## RECORDED INFORMATION
━━━━━━
/// Groups the atoms of every component by channel and shares proportional groups. A merged
/// weight that cancels to 0 is kept, so a masked (NaN) sample still reaches every residual
/// whose stencil touches it. Merging changes the order of the sums only: the values agree
/// with the atom-by-atom sums to rounding, and the round-off floor (which adds |weights|
/// atom by atom) still bounds the propagated sample error.
fn fuse(plan: &GridPlan, atom_terms: &[Vec<Term>]) -> Fused {
    let mut combos: Vec<Combo> = Vec::new();
    let mut comps: Vec<Vec<Vec<(usize, f64)>>> = plan
        .claims
        .iter()
        .map(|c| vec![Vec::new(); c.components.len()])
        .collect();
    for c in 0..plan.channels.len() {
        let atoms: Vec<usize> = (0..plan.atoms.len())
            .filter(|&a| plan.atoms[a].0 == c)
            .collect();
        if atoms.is_empty() {
            continue;
        }
        // Per component using this channel: its coefficient on each of the channel's atoms
        // (None: the atom is not a term), as (scale, direction) with direction[first] = 1.
        type Dir = Vec<Option<f64>>;
        let mut uses: Vec<(usize, usize, f64, Dir)> = Vec::new();
        for (ci, claim) in plan.claims.iter().enumerate() {
            for (k, comp) in claim.components.iter().enumerate() {
                let mut v: Dir = vec![None; atoms.len()];
                for &(a, coef) in &comp.terms {
                    if let Some(j) = atoms.iter().position(|&x| x == a) {
                        v[j] = Some(v[j].unwrap_or(0.0) + coef);
                    }
                }
                if v.iter().all(Option::is_none) {
                    continue;
                }
                let scale = v
                    .iter()
                    .flatten()
                    .copied()
                    .find(|&x| x != 0.0)
                    .unwrap_or(1.0);
                let dir: Dir = v.iter().map(|x| x.map(|x| x / scale)).collect();
                uses.push((ci, k, scale, dir));
            }
        }
        let mut dirs: Vec<Dir> = Vec::new();
        for u in &uses {
            let same = |d: &Dir| {
                d.len() == u.3.len()
                    && d.iter()
                        .zip(&u.3)
                        .all(|(a, b)| a.map(f64::to_bits) == b.map(f64::to_bits))
            };
            if !dirs.iter().any(same) {
                dirs.push(u.3.clone());
            }
        }
        if dirs.len() >= atoms.len() {
            // Nothing shared: one combination per atom, the terms as they were.
            let base = combos.len();
            for &a in &atoms {
                combos.push(Combo {
                    channel: c,
                    terms: atom_terms[a].clone(),
                });
            }
            for (ci, k, scale, dir) in uses {
                for (j, d) in dir.iter().enumerate() {
                    if let Some(d) = d {
                        comps[ci][k].push((base + j, scale * d));
                    }
                }
            }
            continue;
        }
        let base = combos.len();
        for dir in &dirs {
            let mut terms: Vec<Term> = Vec::new();
            for (j, d) in dir.iter().enumerate() {
                let Some(d) = *d else { continue };
                for t in &atom_terms[atoms[j]] {
                    match terms.iter_mut().find(|m| m.d == t.d) {
                        Some(m) => m.w += d * t.w,
                        None => terms.push(Term { d: t.d, w: d * t.w }),
                    }
                }
            }
            combos.push(Combo { channel: c, terms });
        }
        for (ci, k, scale, dir) in uses {
            let at = dirs
                .iter()
                .position(|d| {
                    d.iter()
                        .zip(&dir)
                        .all(|(a, b)| a.map(f64::to_bits) == b.map(f64::to_bits))
                })
                .unwrap_or(0);
            comps[ci][k].push((base + at, scale));
        }
    }
    Fused { combos, comps }
}

/// `acc[i] = sum_k w[k] * lines[k][i]`, the terms taken in groups of four in order, each
/// group summed as `(w0 x0 + w1 x1) + (w2 x2 + w3 x3)` (fewer terms: the same tree cut
/// short) and added to the running sum, which starts at 0. One pass over `acc`: the running
/// sums of a block of lanes stay in registers through all the groups. Blocks of 32 lanes
/// (four AVX-512 registers) first, so that a group's dispatch and its weights' broadcasts are
/// paid once per 32 lanes rather than once per 8 (the same sums, so the same bits).
#[inline(always)]
fn combine(acc: &mut [f64], w: &[f64], lines: &[&[f64]]) {
    let at = combine_blocks::<32>(acc, w, lines, 0);
    let at = combine_blocks::<8>(acc, w, lines, at);
    for i in at..acc.len() {
        let mut a = [0.0f64; 1];
        for (wg, lg) in w.chunks(4).zip(lines.chunks(4)) {
            add_group(&mut a, wg, lg, i);
        }
        acc[i] = a[0];
    }
}

/// [`combine`] over the whole blocks of `L` lanes from lane `at` on; returns where they end.
#[inline(always)]
fn combine_blocks<const L: usize>(
    acc: &mut [f64],
    w: &[f64],
    lines: &[&[f64]],
    mut at: usize,
) -> usize {
    for out in acc[at..].chunks_exact_mut(L) {
        let mut a = [0.0f64; L];
        for (wg, lg) in w.chunks(4).zip(lines.chunks(4)) {
            add_group(&mut a, wg, lg, at);
        }
        out.copy_from_slice(&a);
        at += L;
    }
    at
}

/// `a[j] += group sum at lane at + j`: one group of up to four terms of [`combine`].
#[inline(always)]
fn add_group<const L: usize>(a: &mut [f64; L], w: &[f64], l: &[&[f64]], at: usize) {
    let x = |k: usize| -> &[f64; L] { l[k][at..at + L].try_into().expect("L lanes") };
    match *w {
        [w0] => {
            let x0 = x(0);
            for j in 0..L {
                a[j] += w0 * x0[j];
            }
        }
        [w0, w1] => {
            let (x0, x1) = (x(0), x(1));
            for j in 0..L {
                a[j] += w0 * x0[j] + w1 * x1[j];
            }
        }
        [w0, w1, w2] => {
            let (x0, x1, x2) = (x(0), x(1), x(2));
            for j in 0..L {
                a[j] += (w0 * x0[j] + w1 * x1[j]) + w2 * x2[j];
            }
        }
        [w0, w1, w2, w3] => {
            let (x0, x1, x2, x3) = (x(0), x(1), x(2), x(3));
            for j in 0..L {
                a[j] += (w0 * x0[j] + w1 * x1[j]) + (w2 * x2[j] + w3 * x3[j]);
            }
        }
        _ => unreachable!("groups of at most four terms"),
    }
}

/// The largest |value| of `r` above `floor` and its first index (what a scan that keeps the
/// first strictly larger value finds), NaN left out and marked in `skip`. Branch-free over
/// blocks of four, so it vectorizes.
#[inline(always)]
fn row_peak(r: &[f64], skip: &mut [bool], floor: f64) -> Option<(f64, usize)> {
    let mut m = [0.0f64; 4];
    let blocks = r.chunks_exact(4);
    let tail = blocks.remainder();
    for c in blocks {
        for (mj, &v) in m.iter_mut().zip(c) {
            let a = v.abs();
            *mj = if a > *mj { a } else { *mj };
        }
    }
    let mut top = m
        .into_iter()
        .fold(0.0, |x: f64, y| if y > x { y } else { x });
    for &v in tail {
        let a = v.abs();
        top = if a > top { a } else { top };
    }
    for (k, &v) in skip.iter_mut().zip(r) {
        *k |= v.is_nan();
    }
    if top > floor {
        r.iter().position(|&v| v.abs() == top).map(|i| (top, i))
    } else {
        None
    }
}

/// The residuals of rows `ranges[2]` of plane `(it, ix)`: the fused combinations line by
/// line, every component from them, and its largest |value| with where.
fn residual_plane(
    plan: &GridPlan,
    win: &Window<'_>,
    fused: &Fused,
    ix: usize,
    ranges: &[std::ops::Range<usize>; 4],
    it: usize,
    vals: &mut Vec<f64>,
) -> PlaneResult {
    #[cfg(target_arch = "x86_64")]
    if std::is_x86_feature_detected!("avx512f") {
        // SAFETY: detected just above.
        return unsafe { residual_plane_avx512(plan, win, fused, ix, ranges, it, vals) };
    }
    #[cfg(target_arch = "x86_64")]
    if std::is_x86_feature_detected!("avx2") {
        // SAFETY: the processor has AVX2 (detected just above), the only requirement of
        // `residual_plane_avx2`.
        return unsafe { residual_plane_avx2(plan, win, fused, ix, ranges, it, vals) };
    }
    residual_plane_lanes(plan, win, fused, ix, ranges, it, vals)
}

/// [`residual_plane`] compiled for AVX2: the same additions and multiplications (no fused
/// multiply-add, which Rust never forms on its own), so the same bits, four lanes per
/// instruction instead of two.
///
/// # Safety
///
/// The processor must support AVX2.
#[cfg(target_arch = "x86_64")]
#[target_feature(enable = "avx2")]
unsafe fn residual_plane_avx2(
    plan: &GridPlan,
    win: &Window<'_>,
    fused: &Fused,
    ix: usize,
    ranges: &[std::ops::Range<usize>; 4],
    it: usize,
    vals: &mut Vec<f64>,
) -> PlaneResult {
    residual_plane_lanes(plan, win, fused, ix, ranges, it, vals)
}
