/// <summary>Tunes a cubic model to measured vapour pressures: the acentric factor from one point,
/// or an alpha function's parameters from several, by weighted least squares in ln P with the
/// coexistence solver inside the objective (<see cref="TunedVapourPressureForm"/>).</summary>
public static class AlphaTuner
{
    /// <summary>The acentric factors searched for one point: from −0.2, where the Peng–Robinson and
    /// Soave κ(ω) are still positive (α decreasing), to 2, the fluid files' upper bound.</summary>
    public static readonly (double Lowest, double Highest) AcentricFactorRange = (-0.2, 2.0);

    /// <summary>Tunes.</summary>
    /// <exception cref="InvalidInputException">Too few points for the family, data outside the
    /// fluid's liquid–vapour range, no acentric factor in range reproduces the point, or the tuned
    /// alpha function is not positive and decreasing (convex for Twu) up to the data.</exception>
    public static TuningResult Tune(TuningRequest request)
    {
        ArgumentNullException.ThrowIfNull(request);
        var fluid = request.BaseFluid;
        var data = request.VapourPressures;
        if (data.Count == 0)
        {
            throw new InvalidInputException("data", 0, "no vapour pressures to tune to");
        }

        if (!request.Kind.Entry().AcceptsAlphaChoice)
        {
            throw new InvalidInputException("model", double.NaN, $"tuning applies to the Peng-Robinson and Soave-Redlich-Kwong models, not {request.Kind.Title()}");
        }

        double tc = fluid.CriticalTemperature.Value;
        double pc = fluid.CriticalPressure.Value;
        VapourPressureFitter.RequireBelowCriticalPoint(data, tc, pc);
        double lowestData = data.Min(d => d.Temperature);
        double highestData = data.Max(d => d.Temperature);
        double minimum;
        if (fluid.TriplePointTemperature?.Value is double triple)
        {
            if (lowestData < triple)
            {
                throw new InvalidInputException("temperature", lowestData,
                    $"the data point at {Preconditions.Format(lowestData)} K is below the triple point {Preconditions.Format(triple)} K of {fluid.Name}: there is no liquid there (a sublimation pressure?)");
            }

            minimum = triple;
        }
        else
        {
            minimum = Math.Min(CoexistenceSolver.LowestValidTemperature(fluid), lowestData);
        }

        var form = request.Form == AlphaForm.Default
            ? data.Count == 1 ? AlphaForm.Default : data.Count < 4 ? AlphaForm.Soave : AlphaForm.MathiasCopeman
            : request.Form;
        string date = request.Date.ToString("yyyy-MM-dd", CultureInfo.InvariantCulture);
        string range = data.Count == 1
            ? $"{Preconditions.Format(lowestData)} K"
            : $"{Preconditions.Format(lowestData)}-{Preconditions.Format(highestData)} K";
        string label = $"tuned by phaseslope tune to {data.Count} vapour pressure{(data.Count == 1 ? "" : "s")} ({range}; {request.DataOrigin}) on {date}";
        var baseModel = CubicModel.For(request.Kind, fluid);

        Fluid tuned;
        string method;
        VapourPressureFit? fit = null;
        IReadOnlyList<(string, double, double?)> parameters;
        bool convex;
        IReadOnlyList<CoexistencePoint>? tunedPoints = null;
        if (form == AlphaForm.Default)
        {
            if (data.Count != 1)
            {
                throw new InvalidInputException("data", data.Count, "the acentric factor is tuned to one point; with several, choose an alpha function (soave, twu or mathias-copeman)");
            }

            double omega = AcentricFactorFor(request.Kind, tc, pc, minimum, data[0]);
            method = $"acentric factor that reproduces the one vapour pressure with {request.Kind.Title()} (Brent's method)";
            tuned = fluid with
            {
                AcentricFactor = new SourcedValue(omega, label),
                PreferredAlpha = AlphaForm.Default,
            };
            parameters = [("omega", omega, null)];
            convex = true;
        }
        else
        {
            // Auto: Mathias–Copeman first; if its best fit bends α the wrong way somewhere below
            // the data (a cubic in √Tr can turn up at low T), Twu, then Soave's one parameter.
            AlphaForm[] candidates = request.Form != AlphaForm.Default ? [form]
                : form == AlphaForm.MathiasCopeman ? [AlphaForm.MathiasCopeman, AlphaForm.Twu, AlphaForm.Soave] : [form];
            var refused = new List<string>();
            TunableAlpha? family = null;
            convex = false;
            foreach (var candidate in candidates)
            {
                var trial = TunableAlpha.Of(candidate);
                var tunedForm = new TunedVapourPressureForm(request.Kind, trial, tc, pc, minimum, trial.Start(request.Kind, fluid.AcentricFactor.Value, tc));
                var trialFit = VapourPressureFitter.Fit(tunedForm, data);
                // Checked up to Tc, not only to the data: the tuned fluid is used on the whole line.
                var (violation, isConvex) = AlphaShape.Check(trial.Create(trialFit.Parameters, tc, label), tc, tc, trial.RequiresConvexity);
                if (violation is null)
                {
                    (form, family, fit, convex) = (candidate, trial, trialFit, isConvex);
                    break;
                }

                refused.Add($"the tuned {CubicModel.AlphaName(candidate)} parameters {string.Join(", ", trialFit.Parameters.Select(Preconditions.Format))} are refused: {violation} (0 < T <= Tc)");
            }

            if (family is null || fit is null)
            {
                throw new InvalidInputException("alpha parameters", double.NaN,
                    $"{string.Join("; ", refused)}; {(candidates.Length > 1 ? "no alpha function fits these data with a physical shape; check the data and Tc, Pc" : "try another alpha function or check the data")}");
            }

            var modelKind = request.Kind == CubicModelKind.SoaveRedlichKwong ? CubicModelKind.SoaveRedlichKwong : CubicModelKind.PengRobinson;
            var set = new AlphaParameterSet(form, modelKind, [.. fit.Parameters], label) { Covariance = fit.CovarianceDefined ? fit.Covariance : null };
            (var sensitivity, tunedPoints) = CriticalSensitivity(fluid, request.Kind, set, fit, minimum);
            set = set with { CriticalSensitivity = sensitivity };
            tuned = fluid with
            {
                AlphaParameters = [.. fluid.AlphaParameters.Where(s => !(s.Form == form && s.Model == modelKind)), set],
                PreferredAlpha = form,
            };
            method = $"{CubicModel.AlphaName(form)} alpha parameters {string.Join(", ", family.ParameterNames)} of {request.Kind.Title()} by weighted least squares in ln P "
                + $"(Levenberg-Marquardt, exact parameter gradient, coexistence solved at every point), {fit.Iterations} iterations"
                + (refused.Count > 0 ? $" (chosen after {string.Join("; ", refused)})" : "");
            var chosen = fit;
            parameters = [.. family.ParameterNames.Select((n, j) => (n, chosen.Parameters[j], chosen.CovarianceDefined ? (double?)Math.Sqrt(chosen.Covariance[j, j]) : null))];
        }

        var tunedModel = CubicModel.For(request.Kind, tuned);
        var sorted = data.OrderBy(d => d.Temperature).ToArray();
        VolumeShiftFit? shiftFit = null;
        if (request.LiquidDensities.Count > 0)
        {
            // After the alpha function: the translation leaves Psat and every phase difference as tuned.
            shiftFit = VolumeShiftTuner.Fit(tunedModel, request.LiquidDensities, minimum);
            var own = request.Kind == CubicModelKind.SoaveRedlichKwong ? CubicModelKind.SoaveRedlichKwong : CubicModelKind.PengRobinson;
            string shiftLabel = $"fitted by phaseslope tune to {request.LiquidDensities.Count} saturated-liquid densities ({request.DataOrigin}) on {date}; AAD of the liquid density "
                + string.Create(CultureInfo.InvariantCulture, $"{shiftFit.AadBeforePercent:0.###} % before, {shiftFit.AadAfterPercent:0.###} % after");
            tuned = tuned with
            {
                VolumeShifts = [.. tuned.VolumeShifts.Where(v => v.Model != own), new FluidVolumeShift(own, new SourcedValue(shiftFit.Shift, shiftLabel, shiftFit.StandardError))],
            };
        }

        var before = new CoexistenceSolver(baseModel, minimum);
        var beforePoints = CoexistenceCurve.Through(before, [.. sorted.Select(d => d.Temperature)]);
        // The tuned model's states at the data were solved once already for the sensitivity
        // (the same model, the same sorted temperatures); the acentric-factor route solves them here.
        var afterPoints = tunedPoints ?? CoexistenceCurve.Through(new CoexistenceSolver(tunedModel, minimum), [.. sorted.Select(d => d.Temperature)]);
        var comparisons = sorted.Select((d, i) => new TuningComparison(d.Temperature, d.Pressure, beforePoints[i].Pressure, afterPoints[i].Pressure,
            beforePoints[i].EnthalpyOfVaporization, afterPoints[i].EnthalpyOfVaporization)).ToArray();
        var result = new TuningResult
        {
            Tuned = tuned,
            Base = fluid,
            Kind = request.Kind,
            Form = form,
            Method = method,
            Parameters = parameters,
            Fit = fit,
            Comparisons = comparisons,
            Convex = convex,
            VolumeShift = shiftFit,
        };
        string statistics = string.Create(CultureInfo.InvariantCulture,
            $"AAD of P {result.AadBeforePercent:0.####} % before, {result.AadAfterPercent:0.####} % after; max {result.MaximumBeforePercent:0.####} % before, {result.MaximumAfterPercent:0.####} % after");
        if (fit is { ReducedChiSquare: double chi2 })
        {
            statistics += string.Create(CultureInfo.InvariantCulture, $"; reduced chi-square {chi2:G6}");
        }

        return result with
        {
            Tuned = tuned with
            {
                Name = request.Name ?? tuned.Name,
                Provenance = $"{label}; method: {method}; {statistics}",
            },
        };
    }

    /// <summary>∂θ/∂Tc and ∂θ/∂Pc of the weighted least-squares optimum: at the optimum
    /// J_θᵀW·r = 0; moving Tc or Pc (x) at fixed data, dθ/dx = −(J_θᵀWJ_θ)⁻¹·J_θᵀW·∂r/∂x, with
    /// every ∂ln Psat/∂(θ, Tc, Pc) exact from the coexistence conditions (<see cref="LinearPropagation.Sensitivities"/>).
    /// This is the Gauss–Newton form (the residual × second-derivative terms are dropped, as in
    /// the fit's covariance): exact for a fit through its data, off by about the size of the
    /// relative residuals otherwise (1.7e-3 for propane against its published equation).</summary>
    /// <returns>The sensitivity (p×2) and the tuned model's states at the data temperatures (in
    /// increasing temperature), which the before/after comparison reuses.</returns>
    private static (double[,] Sensitivity, IReadOnlyList<CoexistencePoint> Points) CriticalSensitivity(Fluid fluid, CubicModelKind kind, AlphaParameterSet set, VapourPressureFit fit, double minimum)
    {
        int p = set.Values.Count;
        var tuned = fluid with { AlphaParameters = [set], PreferredAlpha = set.Form };
        var hook = TunableAlpha.Uncertainty(set, set.Covariance ?? new double[p, p], fluid.CriticalTemperature.Value);
        var parameterization = new CubicParameterization(tuned, kind, set.Form, VolumeShiftRule.Fixed, 0, hook);
        var solver = new CoexistenceSolver(parameterization.Nominal, minimum);
        var points = CoexistenceCurve.Through(solver, [.. fit.Data.Select(d => d.Temperature)]);
        var jt = Matrix<double>.Build.Dense(points.Count, p);
        var jx = Matrix<double>.Build.Dense(points.Count, 2);
        for (int i = 0; i < points.Count; i++)
        {
            var s = LinearPropagation.Sensitivities(points[i], parameterization, atFixedPressure: false);
            double pressure = points[i].Pressure;
            for (int k = 0; k < p; k++)
            {
                jt[i, k] = s.Pressure[3 + k] / pressure;
            }

            jx[i, 0] = s.Pressure[0] / pressure;
            jx[i, 1] = s.Pressure[1] / pressure;
        }

        var jtw = jt.Transpose() * Matrix<double>.Build.Diagonal([.. fit.Weights]);
        var d = -(jtw * jt).Solve(jtw * jx);
        return (d.ToArray(), points);
    }

    /// <summary>The acentric factor that makes the model's own alpha function reproduce one vapour pressure.</summary>
    private static double AcentricFactorFor(CubicModelKind kind, double tc, double pc, double minimum, VapourPressurePoint point)
    {
        double Residual(double omega)
        {
            var solver = new CoexistenceSolver(CubicModel.For(kind, tc, pc, omega), minimum);
            return Math.Log(solver.AtTemperature(point.Temperature).Pressure / point.Pressure);
        }

        var (lowest, highest) = AcentricFactorRange;
        double atLowest = Residual(lowest);
        double atHighest = Residual(highest);
        if (Math.Sign(atLowest) == Math.Sign(atHighest))
        {
            throw new InvalidInputException("data", point.Pressure,
                $"no acentric factor between {Preconditions.Format(lowest)} and {Preconditions.Format(highest)} reproduces {Preconditions.Format(point.Pressure)} Pa at {Preconditions.Format(point.Temperature)} K with {kind.Title()}: "
                + $"the model gives {Preconditions.Format(point.Pressure * Math.Exp(atHighest))} to {Preconditions.Format(point.Pressure * Math.Exp(atLowest))} Pa there (check the units and Tc, Pc)");
        }

        // ω to 1e-12: ln Psat changes by about ln(10)·(1 − 1/Tr)·... per unit ω, so this is far
        // below any measured pressure's uncertainty; Brent converges in ~10 solves.
        return Brent.FindRoot(Residual, lowest, highest, 1e-12, 200);
    }
}
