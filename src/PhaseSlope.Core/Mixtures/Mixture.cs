using System.Globalization;
using PhaseSlope.Core.Errors;
using PhaseSlope.Core.Fluids;
using PhaseSlope.Core.Models;

namespace PhaseSlope.Core.Mixtures;
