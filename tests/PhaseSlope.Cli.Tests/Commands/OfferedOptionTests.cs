using System.CommandLine;
using System.CommandLine.Help;
using System.Globalization;
using System.Text;
using System.Text.Json;
using static PhaseSlope.Cli.Tests.CliHarness;

namespace PhaseSlope.Cli.Tests.Commands;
━━━━━━
Only an exact copy of the lines from the beginning of the listing through the line with "let mut combos: Vec<Combo> = Vec::new();", both included, belongs in the answer.

/// Groups the atoms of every component by channel and shares proportional groups. A merged
/// weight that cancels to 0 is kept, so a masked (NaN) sample still reaches every residual
/// whose stencil touches it. Merging changes the order of the sums only: the values agree
/// with the atom-by-atom sums to rounding, and the round-off floor (which adds |weights|
/// atom by atom) still bounds the propagated sample error.
fn fuse(plan: &GridPlan, atom_terms: &[Vec<Term>]) -> Fused {
    let mut combos: Vec<Combo> = Vec::new();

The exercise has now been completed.